Hoffman contends that Beamon is an absolute bar to allowing a variance between the date alleged and proved and to amending the date alleged in a statement of particulars. The district court, on the other hand, has found such variance or amendment acceptable so long as it causes no prejudice to the defendant. Hoffman v. *290 State; Holland v. State; MacCourt v. State, 296 So. 2d 89 (Fla. 4th DCA), cert. denied, 307 So. 2d 449 (Fla. 1974); Howlett v. State. See also Hale v. State, 273 So. 2d 145 (Fla. 3d DCA), cert. denied, 277 So. 2d 285 (Fla. 1973) (particulars amended to show different location); Barber v. State, 243 So. 2d 2 (Fla. 2d DCA 1971) (particulars amended to show different address). In response to the district court's reasoning, Hoffman points out that Florida Rule of Criminal Procedure 3.140(n)[2] does not mention prejudice. In his opinion, therefore, the district court erred by interjecting the issue of prejudice. In our opinion, however, the district court properly considered the issue of prejudice.
We do not condone sloppy work by the state in preparing cases. We realize, however, that mistakes can happen. This Court has previously held that "the violation of a rule of procedure prescribed by this Court does not call for a reversal of a conviction unless the record discloses that non-compliance with the rule resulted in prejudice or harm to the defendant." Richardson v. State, 246 So. 2d 771, 774 (Fla. 1971). See Leeman v. State, 357 So. 2d 703 (Fla. 1978); Lackos v. State, 339 So. 2d 217 (Fla. 1976); Fla.R.Crim.P. 3.140(o).
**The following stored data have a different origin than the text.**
package org.thermotile.jobs.cli;

import java.io.IOException;
import java.io.PrintWriter;
import java.io.Writer;
import java.nio.file.Files;
import java.nio.file.Path;
import java.time.Instant;
import java.time.LocalDate;
import java.time.OffsetDateTime;
import java.time.ZoneOffset;
import java.util.ArrayList;
import java.util.List;
import java.util.Locale;
import java.util.concurrent.Callable;
import org.thermotile.jobs.config.Suggest;
import org.thermotile.jobs.errors.UserInputException;
import org.thermotile.jobs.io.weather.GapFill;
import org.thermotile.jobs.io.weather.WeatherCsv;
import org.thermotile.jobs.io.weather.WeatherRead;
import org.thermotile.model.balance.ColumnSpacing;
import org.thermotile.model.balance.Convection;
import org.thermotile.model.balance.SingleSurface;
import org.thermotile.model.balance.SurfaceBlock.Flux;
import org.thermotile.model.constants.Physical;
import org.thermotile.model.forcing.Forcing;
import org.thermotile.model.forcing.ForcingPreparer;
import org.thermotile.model.forcing.HourlyWeather;
import org.thermotile.model.forcing.Site;
import org.thermotile.model.forcing.SyntheticWeather;
import org.thermotile.model.materials.Material;
import org.thermotile.model.materials.MaterialOverrides;
import picocli.CommandLine.Command;
import picocli.CommandLine.Model.CommandSpec;
import picocli.CommandLine.Option;
import picocli.CommandLine.Spec;

/** {@code thermotile point}: one surface, every flux, hour by hour. */
@Command(name = "point", mixinStandardHelpOptions = true, sortOptions = false,
        description = {"Runs one surface through an hourly weather file or a synthetic clear-sky "
                + "period and writes one CSV row per hour with every flux of its energy balance.",
                "Rows: time, surface temperature (°C), net shortwave, absorbed sky longwave, emitted "
                        + "longwave, sensible, latent, anthropogenic, conduction, storage, bottom (W/m²), "
                        + "closure residual (W/m²): residual = net shortwave + sky longwave - emitted + "
                        + "anthropogenic - sensible - latent - conduction, and conduction = storage + bottom. Fluxes are means over the hour ending at the row's time."})
final class PointCommand implements Callable<Integer> {
    @Spec
    CommandSpec spec;

    @Option(names = {"-m", "--material"}, required = true, paramLabel = "ID",
            description = "library material id (see 'thermotile materials')")
    String materialId;

    @Option(names = "--set", paramLabel = "KEY=VALUE",
            description = "override a property, e.g. --set albedo=0.65 --set layers[0].thickness=0.004")
    List<String> overrides = new ArrayList<>();

    @picocli.CommandLine.Mixin
    SharedOptions.MaterialsFile materials = new SharedOptions.MaterialsFile();

    @Option(names = "--lat", required = true, paramLabel = "DEG", description = "latitude, north positive")
    double latitude;

    @Option(names = "--lon", required = true, paramLabel = "DEG", description = "longitude, east positive")
    double longitude;

    @Option(names = {"--elevation-m", "--elevation"}, paramLabel = "M", defaultValue = "0", description = "elevation (default ${DEFAULT-VALUE} m)")
    double elevationM;

    @Option(names = "--weather", paramLabel = "CSV", description = "hourly weather file (see README); without it a synthetic clear-sky period is used")
    Path weatherFile;

    @Option(names = {"--fill-gaps-max-hours", "--fill-gaps"}, paramLabel = "HOURS", defaultValue = "0",
            description = "fill weather gaps of up to this many hours by linear interpolation (default: gaps are errors)")
    int fillGapsHours;

    @Option(names = "--start", paramLabel = "DATE", description = "first reported day (default: the weather's first day after spin-up; synthetic: 2026-07-15)")
    LocalDate start;

    @Option(names = "--days", paramLabel = "N", defaultValue = "3", description = "reported days for synthetic weather (default ${DEFAULT-VALUE})")
    int days;

    @Option(names = {"--t-min-c", "--t-min"}, paramLabel = "°C", defaultValue = "20", description = "synthetic daily minimum air temperature (default ${DEFAULT-VALUE})")
    double tMinC;

    @Option(names = {"--t-max-c", "--t-max"}, paramLabel = "°C", defaultValue = "33", description = "synthetic daily maximum air temperature (default ${DEFAULT-VALUE})")
    double tMaxC;

    @Option(names = {"--rel-humidity-pct", "--rh"}, paramLabel = "%", defaultValue = "45", description = "synthetic relative humidity (default ${DEFAULT-VALUE})")
    double rhPct;

    @Option(names = {"--wind-ms", "--wind"}, paramLabel = "M/S", defaultValue = "2", description = "synthetic wind speed (default ${DEFAULT-VALUE})")
    double windMs;

    @Option(names = "--utc-offset", paramLabel = "±HH:MM", defaultValue = "+00:00", description = "synthetic local clock offset from UTC (default ${DEFAULT-VALUE})")
    String utcOffset;

    @Option(names = "--spin-up-days", paramLabel = "N", defaultValue = "2", description = "days simulated before reporting starts (default ${DEFAULT-VALUE})")
    int spinUpDays;

    @Option(names = {"--timestep-minutes", "--step-minutes"}, paramLabel = "MIN", defaultValue = "10", description = "sub-step, dividing 60 (default ${DEFAULT-VALUE})")
    int stepMinutes;

    @Option(names = "--convection", paramLabel = "MODEL", defaultValue = "mcadams",
            description = "'mcadams' (wind correlation) or a fixed coefficient in W/(m² K) (default ${DEFAULT-VALUE})")
    String convection;

    @Option(names = "--column-spacing", paramLabel = "NAME", defaultValue = "standard",
            description = "spacing of the conduction nodes, as the run file's physics.column_spacing: standard or "
                    + "coarse (fewer nodes below 25 cm; default ${DEFAULT-VALUE})")
    String columnSpacing;

    @Option(names = {"--deep-ground-temp-c", "--deep-ground"}, paramLabel = "°C", description = "deep-ground temperature (default: mean air temperature)")
    Double deepGroundC;

    @Option(names = {"--threshold-c", "--threshold"}, paramLabel = "°C", defaultValue = "45", description = "threshold for hours and degree-hours above (default ${DEFAULT-VALUE})")
    double thresholdC;

    @Option(names = {"-o", "--out"}, paramLabel = "CSV", description = "write the hourly CSV here (default: standard output)")
    Path out;

    @Override
    public Integer call() throws IOException {
        Material material = Materials.lookup(materialId, materials.file);
        if (!overrides.isEmpty()) {
            material = MaterialOverrides.applyAll(material, overrides, "--set");
        }
        Site site = new Site(latitude, longitude, elevationM);
        HourlyWeather weather = weather(site);
        if (weather.hours() <= 24 * spinUpDays + 1) {
            throw new UserInputException("the weather has " + weather.hours() + " hours, not more than the "
                    + spinUpDays + " spin-up days. Fix: give a longer weather file or --spin-up-days 0");
        }
        Forcing forcing = ForcingPreparer.prepare(weather, site);
        Convection conv = parseConvection(convection);
        double deepK = deepGroundC != null ? deepGroundC + Physical.ZERO_CELSIUS_K
                : java.util.Arrays.stream(forcing.airTempK).average().orElseThrow();
        int firstHour = Math.max(1, 24 * spinUpDays);
        SingleSurface.Result r = SingleSurface.run(material, forcing, stepMinutes, conv, deepK, firstHour,
                thresholdC + Physical.ZERO_CELSIUS_K, parseColumnSpacing(columnSpacing));

        ZoneOffset zo = ZoneOffset.ofTotalSeconds(forcing.utcOffsetSeconds);
        if (out != null) {
            try (Writer w = Files.newBufferedWriter(out)) {
                writeCsv(r, zo, w);
            }
        } else {
            PrintWriter w = spec.commandLine().getOut();
            writeCsv(r, zo, w);
            w.flush();
        }
        var st = r.statistics;
        int peakAt = 0;
        for (int i = 1; i < r.hours(); i++) {
            if (r.surfaceTempK[i] > r.surfaceTempK[peakAt]) {
                peakAt = i;
            }
        }
        PrintWriter err = spec.commandLine().getErr();
        err.printf(Locale.ROOT, "%s: peak %.1f °C at %s, mean %.1f °C, minimum %.1f °C over %d h; "
                        + "%d h above %.0f °C; closure residual %.1e%s%n",
                material.id(), st.peakK(0) - Physical.ZERO_CELSIUS_K,
                OffsetDateTime.ofInstant(Instant.ofEpochSecond(r.epochSecond[peakAt]), zo),
                st.meanK(0) - Physical.ZERO_CELSIUS_K, min(r.surfaceTempK) - Physical.ZERO_CELSIUS_K,
                r.hours(), st.hoursAbove(0), thresholdC, r.closureResidualFraction,
                out != null ? "; hourly rows in " + out : "");
        err.println("(surface temperature, not air temperature nor a heat-health index)");
        err.flush();
        return 0;
    }

    private HourlyWeather weather(Site site) throws IOException {
        if (weatherFile != null) {
            WeatherRead read = WeatherCsv.read(weatherFile, fillGapsHours > 0 ? GapFill.linear(fillGapsHours) : GapFill.none());
            HourlyWeather w = read.weather();
            if (start != null) {
                ZoneOffset zo = ZoneOffset.ofTotalSeconds(w.utcOffsetSeconds);
                Instant from = start.minusDays(spinUpDays).atStartOfDay().toInstant(zo);
                Instant to = Instant.ofEpochSecond(w.epochSecond[w.hours() - 1]);
                w = read.slice(from, to);
            }
            return w;
        }
        ZoneOffset zo;
        try {
            zo = ZoneOffset.of(utcOffset);
        } catch (java.time.DateTimeException e) {
            throw new UserInputException("--utc-offset '" + utcOffset + "' is not an offset. Fix: e.g. +02:00");
        }
        LocalDate first = (start != null ? start : LocalDate.of(2026, 7, 15)).minusDays(spinUpDays);
        HourlyWeather w = SyntheticWeather.clearSky(site, SyntheticWeather.Spec.withRelativeHumidity(first,
                days + spinUpDays, zo.getTotalSeconds(), tMinC, tMaxC, rhPct / 100.0, windMs));
        return w;
    }

    static ColumnSpacing parseColumnSpacing(String s) {
        ColumnSpacing spacing = ColumnSpacing.named(s);
        if (spacing == null) {
            throw new UserInputException("--column-spacing '" + s + "' is not a column spacing"
                    + Suggest.closest(s, ColumnSpacing.names()).map(c -> " (did you mean '" + c + "'?)").orElse("")
                    + ". Fix: give one of "
                    + String.join(" | ", ColumnSpacing.names()));
        }
        return spacing;
    }

    static Convection parseConvection(String s) {
        if ("mcadams".equalsIgnoreCase(s)) {
            return Convection.mcAdams();
        }
        try {
            return Convection.fixed(Double.parseDouble(s));
        } catch (NumberFormatException e) {
            throw new UserInputException("--convection '" + s + "': give 'mcadams' or a coefficient in W/(m² K), e.g. 12");
        }
    }

    static final String HEADER = "time,surface_c,net_shortwave_wm2,absorbed_sky_longwave_wm2,"
            + "emitted_longwave_wm2,sensible_wm2,latent_wm2,anthropogenic_wm2,conduction_wm2,storage_wm2,"
            + "bottom_wm2,residual_wm2";

    static void writeCsv(SingleSurface.Result r, ZoneOffset zo, Writer w) throws IOException {
        Flux[] cols = {Flux.NET_SHORTWAVE, Flux.ABSORBED_SKY_LONGWAVE, Flux.EMITTED_LONGWAVE, Flux.SENSIBLE,
            Flux.LATENT, Flux.ANTHROPOGENIC, Flux.CONDUCTION, Flux.STORAGE, Flux.BOTTOM, Flux.RESIDUAL};
        w.write(HEADER);
        w.write('\n');
        StringBuilder sb = new StringBuilder();
        for (int i = 0; i < r.hours(); i++) {
            sb.setLength(0);
            sb.append(OffsetDateTime.ofInstant(Instant.ofEpochSecond(r.epochSecond[i]), zo));
            sb.append(',').append(String.format(Locale.ROOT, "%.3f", r.surfaceTempK[i] - Physical.ZERO_CELSIUS_K));
            for (Flux f : cols) {
                double v = r.fluxWm2[f.ordinal()][i];
                // 8 decimals: the eight rounded terms of a row then close to better than 1e-7 W/m².
                sb.append(',').append(f == Flux.RESIDUAL ? String.format(Locale.ROOT, "%.2e", v)
                        : String.format(Locale.ROOT, "%.8f", v));
            }
            sb.append('\n');
            w.write(sb.toString());
        }
    }

    static double min(double[] a) {
        double m = Double.POSITIVE_INFINITY;
        for (double v : a) {
            m = Math.min(m, v);
        }
        return m;
    }
}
The rules are not intended to furnish a procedural device to escape justice, and we are again persuaded that the modern trend in criminal cases
"is to excuse technical defects which have no bearing upon the substantial rights of the parties. When procedural irregularities occur, the emphasis is on determining whether anyone was prejudiced by the departure. A defendant is entitled to a fair trial, not a perfect trial."
339 So.2d at 219 (quoting Grimes, J.).
On appeal, an appellant has the burden of showing prejudice. At trial, however, if the state seeks to amend a statement of particulars, it is incumbent on the state to demonstrate a lack of prejudice to the defendant. In other words, it is essential that the circumstances establishing no prejudice affirmatively appear in the record. When such amendment is requested, the trial court should inquire into the surrounding circumstances to determine whether the amendment would result in harm or prejudice to the defendant.
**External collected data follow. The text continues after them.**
package org.thermotile.jobs.cli;

import java.nio.file.Files;
import java.nio.file.Path;
import java.util.concurrent.Callable;
import org.thermotile.jobs.config.RunFile;
import org.thermotile.jobs.config.RunFileReader;
import org.thermotile.jobs.errors.UserInputException;
import picocli.CommandLine.Command;
import picocli.CommandLine.Mixin;
import picocli.CommandLine.Option;

/** {@code thermotile demo}: the city job on the bundled demo city, Riverside Flats. */
@Command(name = "demo", mixinStandardHelpOptions = true,
        description = "Runs the bundled demo city (Riverside Flats, an invented riverside district) "
                + "on embedded Spark and prints where the outputs are.")
final class DemoCommand implements Callable<Integer> {
    @Option(names = "--out", paramLabel = "DIR", description = "output folder (default: runs/riverside-demo, replaced)")
    Path out;

    @Mixin
    SharedOptions.Quiet quiet = new SharedOptions.Quiet();

    @Override
    public Integer call() {
        Path runFile = home().resolve("data-samples/riverside/run.yaml");
        if (!Files.isRegularFile(runFile)) {
            throw new UserInputException(runFile + " not found. Fix: run the demo from a checkout of "
                    + "thermotile (the launcher sets thermotile.home)");
        }
        RunFile run = RunFileReader.read(runFile);
        Path dir = out != null ? out : Path.of("runs", "riverside-demo");
        RunCommand.execute(run, dir, null, 0, out == null, quiet.quiet, false, false, System.out);
        return 0;
    }

    static Path home() {
        String h = System.getProperty("thermotile.home");
        return h != null ? Path.of(h) : Path.of("").toAbsolutePath();
    }
}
In the instant case, the trial court scrupulously inquired into the circumstances surrounding the requested amendment. This inquiry showed that the defense had prior knowledge that the date had been misstated. The record clearly establishes that the defense was neither misled by the incorrect date nor prejudiced by the amendment.
The district court opinion is approved. To the extent that Beamon can be interpreted to prohibit any amendment to a statement of particulars, that case is qualified to allow such amendment if a defendant will not be prejudiced thereby.
It is so ordered.
BOYD, OVERTON, ENGLAND and ALDERMAN, JJ., concur.
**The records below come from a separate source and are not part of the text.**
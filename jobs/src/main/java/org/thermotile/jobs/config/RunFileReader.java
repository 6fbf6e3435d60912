package org.thermotile.jobs.config;

import com.fasterxml.jackson.databind.JsonNode;
import java.io.IOException;
import java.net.URI;
import java.net.URISyntaxException;
import java.nio.charset.StandardCharsets;
import java.nio.file.InvalidPathException;
import java.nio.file.NoSuchFileException;
import java.nio.file.Files;
import java.nio.file.Path;
import java.time.DateTimeException;
import java.time.LocalDate;
import java.time.LocalDateTime;
import java.time.ZoneOffset;
import java.time.format.DateTimeParseException;
import java.util.ArrayList;
import java.util.LinkedHashMap;
import java.util.List;
import java.util.Locale;
import java.util.Map;
import java.util.TreeMap;
import java.util.TreeSet;
import java.util.regex.Pattern;
import org.thermotile.jobs.config.RunFile.Convection;
import org.thermotile.jobs.config.RunFile.MapKind;
import org.thermotile.model.balance.ColumnSpacing;
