package org.thermotile.jobs.ingest;

import java.nio.file.Path;
import java.util.ArrayList;
import java.util.LinkedHashMap;
import java.util.List;
import java.util.Locale;
import java.util.Map;
import java.util.OptionalInt;
import org.apache.sis.referencing.CRS;
import org.apache.sis.referencing.CommonCRS;
import org.apache.sis.util.Utilities;
import org.locationtech.jts.geom.Coordinate;
import org.locationtech.jts.geom.Geometry;
import org.locationtech.jts.geom.GeometryFactory;
import org.locationtech.jts.geom.prep.PreparedGeometry;
import org.locationtech.jts.geom.prep.PreparedGeometryFactory;
import org.opengis.referencing.crs.CoordinateReferenceSystem;
import org.opengis.referencing.operation.MathTransform;
import org.opengis.referencing.operation.TransformException;
import org.opengis.util.FactoryException;
import org.thermotile.jobs.errors.UserInputException;
import org.thermotile.jobs.config.RunFile;
import org.thermotile.jobs.io.raster.GeoTiffReader;
import org.thermotile.jobs.io.raster.GeoTiffWriter;
import org.thermotile.jobs.io.raster.RasterGrid;
import org.thermotile.jobs.io.raster.SisCrs;
import org.thermotile.model.resample.Resample;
SUNDBERG, C.J., and ADKINS, J., dissent.
[1] Fla.R.Crim.P., which provides, inter alia, that no information will be dismissed "unless the court shall be of the opinion that the indictment or information is so vague, indistinct and indefinite as to mislead the accused and embarrass him in the preparation of his defense."
[2] (n) Statement of Particulars. The court, upon motion, shall order the prosecuting attorney to furnish a statement of particulars, when the indictment or information upon which the defendant is to be tried fails to inform the defendant of the particulars of the offense sufficiently to enable him to prepare his defense. Such statement of particulars shall specify as definitely as possible the place, date, and all other material facts of the crime charged that are specifically requested and are known to the prosecuting attorney, including the names of persons intended to be defrauded. Reasonable doubts concerning the construction of this rule shall be resolved in favor of the defendant.